The analysis of whole genomes of pan-cancer data sets provides a challenge for researchers, and we contribute to the literature concerning the identification of robust subgroups with clear biological interpretation. Specifically, we tackle this unsupervised problem via a novel rank-based Bayesian clustering method. The advantages of our method are the integration and quantification of all uncertainties related to both the input data and the model, the probabilistic interpretation of final results to allow straightforward assessment of the stability of clusters leading to reliable conclusions, and the transparent biological interpretation of the identified clusters since each cluster is characterized by its top-ranked genomic features.

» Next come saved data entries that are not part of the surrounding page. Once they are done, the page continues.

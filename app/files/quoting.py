"""Quoting what someone wrote inside a sentence about it."""

import unicodedata

_LONGEST = 40


def visible(text: str) -> str:
    """Spell out what cannot be seen, so that a hidden character is found; spaces of all widths become " "."""
    return "".join(_visible(letter) for letter in text)


def _visible(letter: str) -> str:
    if letter.isprintable():
        return letter
    return " " if unicodedata.category(letter) == "Zs" else ascii(letter)[1:-1]


def quote(text: str, longest: int = _LONGEST) -> str:
    """Put a text between quotation marks on one line, its end cut off where it is longer than `longest`."""
    shown = visible(text[: longest + 1])
    return f"“{shown}”" if len(shown) <= longest else f"“{shown[: longest - 1]}…”"


def quote_end(text: str, longest: int = 80) -> str:
    """Put the end of a long text between quotation marks: for folders, whose last part tells most."""
    shown = visible(text[-longest - 1 :])
    return f"“{shown}”" if len(shown) <= longest else f"“…{shown[1 - longest :]}”"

We applied our method to RNA-seq data from cancer samples from 12 tumor types from the Cancer Genome Atlas. We identified a robust clustering that mostly reflects tissue of origin but also includes pan-cancer clusters. Importantly, we identified three pan-squamous clusters composed of a mix of lung squamous cell carcinoma, head and neck squamous carcinoma, and bladder cancer, with different biological functions over-represented in the top genes that characterize the three clusters. We also found two novel subtypes of kidney cancer that show different prognosis, and we reproduced known subtypes of breast cancer. Taken together, our method allows the identification of robust and biologically meaningful clusters of pan-cancer samples.
Keywords: Bayes Mallows model; cluster analysis; pan-cancer; robust statistics; subgroup analysis; transcriptomics.
© 2022 The Authors. Molecular Oncology published by John Wiley & Sons Ltd on behalf of Federation of European Biochemical Societies.